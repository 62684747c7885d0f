import { ALL_PERMISSIONS, permissionsOf } from '@shared/roles';
import type { Me } from '@shared/session';
import { QueryClient, QueryClientProvider } from '@tanstack/react-query';
import { act, render, screen, waitFor, within } from '@testing-library/react';
import userEvent from '@testing-library/user-event';
import { createMemoryRouter, Link, RouterProvider } from 'react-router-dom';
import { afterEach, beforeEach, describe, expect, it, vi } from 'vitest';
import { z } from 'zod';
import { http } from '../../lib/http.js';
import { NotFoundPage } from '../routes/error-page.js';
import { isOpenTo, roomsOf } from './rooms.js';
import { setSingleKeys } from './single-keys.js';
import { Shell } from './shell.js';

const manager: Me = {
  id: 'u1234567',
  name: 'Mira Holt',
  email: 'mira@example.test',
  roles: ['manager'],
  permissions: ALL_PERMISSIONS.filter((p) => p !== 'portal.use'),
  customerId: null,
  preferences: { units: 'si', theme: 'dark' },
  shop: { name: 'A shop', timeZone: 'UTC', currency: 'EUR', demo: false, mailboxUrl: null },
};
const fetched = vi.fn<typeof fetch>();
const json = (body: unknown, status = 200) => new Response(JSON.stringify(body), { status });
const hit = (title: string) => ({ hits: [{ kind: 'job', id: 'job-0000', title, detail: 'Feed pump 2', path: `/jobs/${title}` }] });
const person = userEvent.setup();

function open(me: Me = manager) {
  const client = new QueryClient({ defaultOptions: { queries: { staleTime: Infinity, retry: false } } });
  client.setQueryData(['me'], me);
  const page = (words: string) => (
    <>
      <h1>{words}</h1>
      <Link to="/counter">On</Link>
    </>
  );
  const router = createMemoryRouter(
    [
      {
        path: '/',
        Component: Shell,
        children: [
          { path: 'floor', element: page('Floor page') },
          { path: 'counter', element: page('Counter page') },
          { path: 'jobs/:id', element: page('Job page') },
          { path: '*', Component: NotFoundPage },
        ],
      },
    ],
    { initialEntries: ['/floor'] },
  );
  render(
    <QueryClientProvider client={client}>
      <RouterProvider router={router} />
    </QueryClientProvider>,
  );
  return router;
}
/** Keys as a scanner sends them: all within a few milliseconds. */
function scanned(text: string) {
  act(() => {
    for (const key of [...text, 'Enter']) document.body.dispatchEvent(new KeyboardEvent('keydown', { key, bubbles: true, cancelable: true }));
  });
}

beforeEach(() => {
  localStorage.clear();
  document.body.className = '';
  fetched.mockReset();
  fetched.mockImplementation(() => Promise.resolve(json({ hits: [] })));
  vi.stubGlobal('fetch', fetched);
  vi.stubGlobal('scrollTo', () => undefined);
});
afterEach(() => vi.unstubAllGlobals());

describe('the frame around every page', () => {
  it('shows each person the rooms they may enter', () => {
    const names = (roles: Me['roles']) => roomsOf({ ...manager, roles, permissions: permissionsOf(roles) }).map((room) => room.name);
    expect(names(['manager'])).toEqual(['Floor', 'Counter', 'Bay', 'Accounts', 'Insight', 'Shop']);
    expect(names(['technician'])).toEqual(['Floor', 'Bay', 'Insight', 'Shop']);
    expect(names(['customer'])).toEqual(['Overview', 'Your machines']);
  });

  it('keeps customers out of the shop’s pages, and says so instead of showing empty ones', async () => {
    const router = open({ ...manager, roles: ['customer'], permissions: permissionsOf(['customer']) });
    expect(screen.getByRole('heading', { level: 1 }).textContent).toBe('Your roles do not open this page');
    await act(() => router.navigate('/nowhere'));
    expect(screen.getByRole('heading', { level: 1 }).textContent).toBe('There is nothing at this address');
    const staff = (path: string) => isOpenTo(manager, path);
    expect(['/floor', '/jobs/01a', '/', '/portal', '/portal/jobs/01a'].map(staff)).toEqual([true, true, true, false, false]);
  });

  it('takes the theme a person has chosen', () => {
    open();
    expect(document.body.classList.contains('bp6-dark')).toBe(true);
    expect(localStorage.getItem('loopbay.theme')).toBe('dark');
  });

  it('lets the keyboard skip to the content, and starts a new page at its content', async () => {
    open();
    await person.tab();
    expect(document.activeElement?.textContent).toBe('Skip to the content');
    await person.click(screen.getByRole('link', { name: 'On' }));
    await screen.findByText('Counter page');
    await waitFor(() => expect(document.activeElement).toBe(screen.getByRole('main')));
  });

  it('says what to do at an address where there is nothing', async () => {
    const router = open();
    await act(() => router.navigate('/nowhere'));
    expect(screen.getByRole('heading', { level: 1 }).textContent).toBe('There is nothing at this address');
    expect(screen.getByRole('link', { name: 'To the start' })).toBeDefined();
  });

  it('says that the shop’s computer does not answer, and stops saying so when it does', async () => {
    open();
    fetched.mockRejectedValue(new TypeError('Failed to fetch'));
    await act(() => http.get('/things', z.unknown()).catch(() => undefined));
    expect(screen.getByText(/does not answer/)).toBeDefined();
    fetched.mockImplementation(() => Promise.resolve(json({})));
    await act(() => http.get('/things', z.unknown()));
    expect(screen.queryByText(/does not answer/)).toBeNull();
  });

  it('takes a session up again over the page and then saves what was to be saved', async () => {
    open();
    let signedIn = false;
    fetched.mockImplementation((path, init) => {
      if (path === '/api/session' && init?.method === 'POST') {
        signedIn = true;
        return Promise.resolve(json(manager));
      }
      return Promise.resolve(signedIn ? json({ saved: true }) : json({ statusCode: 401, code: 'NOT_SIGNED_IN', message: 'Sign in.', requestId: 'r' }, 401));
    });
    let saved: Promise<unknown> = Promise.resolve();
    act(() => void (saved = http.post('/things', { complaint: 'hums' }, z.strictObject({ saved: z.boolean() }))));
    const dialog = await screen.findByRole('dialog', { name: 'Sign in again' });
    expect(within(dialog).getByLabelText<HTMLInputElement>('E-mail').value).toBe('mira@example.test');
    await person.type(within(dialog).getByLabelText('Password'), 'a long password');
    await person.click(within(dialog).getByRole('button', { name: 'Sign in' }));
    await expect(saved).resolves.toEqual({ saved: true });
    expect(screen.getByText('Floor page')).toBeDefined();
  });
});

describe('what a person sets for themselves', () => {
  it('changes the units on the server and at once on the page', async () => {
    open();
    fetched.mockImplementation((_, init) => Promise.resolve(json({ ...manager, preferences: JSON.parse(String(init?.body)) as unknown })));
    await person.click(screen.getByRole('button', { name: 'Signed in as Mira Holt' }));
    await person.click(await screen.findByRole('radio', { name: 'inch-pound' }));
    await waitFor(() => expect(screen.getByRole<HTMLInputElement>('radio', { name: 'inch-pound' }).checked).toBe(true));
    const [path, init] = fetched.mock.calls[0]!;
    expect([path, init?.method, init?.body]).toEqual(['/api/session/preferences', 'PUT', '{"units":"inch-pound","theme":"dark"}']);
  });

  it('goes light when light is chosen', async () => {
    open();
    fetched.mockImplementation((_, init) => Promise.resolve(json({ ...manager, preferences: JSON.parse(String(init?.body)) as unknown })));
    await person.click(screen.getByRole('button', { name: 'Signed in as Mira Holt' }));
    await person.click(await screen.findByRole('radio', { name: 'light' }));
    await waitFor(() => expect(document.body.classList.contains('bp6-dark')).toBe(false));
  });
});

describe('the search box', () => {
  const box = () => screen.findByRole('combobox');

  it('opens with a slash or with Ctrl K, and closes with Escape', async () => {
    open();
    await person.keyboard('/');
    expect((await box()) as HTMLInputElement).toHaveProperty('value', '');
    await person.keyboard('{Escape}');
    await waitFor(() => expect(screen.queryByRole('combobox')).toBeNull());
    await person.keyboard('{Control>}k{/Control}');
    expect(await box()).toBeDefined();
  });

  it('leaves the slash alone where single keys are turned off', async () => {
    open();
    act(() => setSingleKeys(false));
    await person.keyboard('/');
    expect(screen.queryByRole('combobox')).toBeNull();
    act(() => setSingleKeys(true));
  });

  it('goes to the chosen hit by arrow keys and Enter', async () => {
    fetched.mockImplementation(() => Promise.resolve(json({ hits: [...hit('26-0411').hits, { ...hit('26-0412').hits[0], id: 'job-0001' }] })));
    const router = open();
    await person.keyboard('/');
    await person.type(await box(), '26-04');
    await screen.findByText('2 found. Arrow keys choose, Enter opens.');
    await person.keyboard('{ArrowDown}{Enter}');
    await waitFor(() => expect(router.state.location.pathname).toBe('/jobs/26-0412'));
  });

  it('never opens a hit of an earlier question when Enter comes before the answer', async () => {
    let answer: (response: Response) => void = () => undefined;
    fetched.mockImplementation((path) => (String(path).endsWith('26-0412') ? new Promise((resolve) => (answer = resolve)) : Promise.resolve(json(hit('26-0')))));
    const router = open();
    await person.keyboard('/');
    await person.type(await box(), '26-0');
    await screen.findByText('1 found. Arrow keys choose, Enter opens.');
    await person.keyboard('412{Enter}');
    expect(router.state.location.pathname).toBe('/floor');
    act(() => answer(json(hit('26-0412'))));
    await waitFor(() => expect(router.state.location.pathname).toBe('/jobs/26-0412'));
  });

  it('opens the job of a tag that is scanned, wherever the focus is', async () => {
    fetched.mockImplementation(() => Promise.resolve(json(hit('26-0412'))));
    const router = open();
    scanned('26-0412');
    await waitFor(() => expect(router.state.location.pathname).toBe('/jobs/26-0412'));
    expect(String(fetched.mock.calls[0]![0])).toBe('/api/search?q=26-0412');
    await waitFor(() => expect(screen.queryByRole('combobox')).toBeNull());
  });

  it('keeps a scanned tag that nobody knows in view', async () => {
    const router = open();
    scanned('99-9999');
    expect(await screen.findByText('Nothing found for “99-9999”.')).toBeDefined();
    expect(router.state.location.pathname).toBe('/floor');
  });

  it('offers a customer no search of the shop', () => {
    open({ ...manager, roles: ['customer'], permissions: permissionsOf(['customer']) });
    expect(screen.queryByRole('button', { name: 'Find' })).toBeNull();
  });
});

──────────────────────────────

Only one thing is wanted in reply: the number of lines in the entries that hold the string "Escape".

• Written answer: 2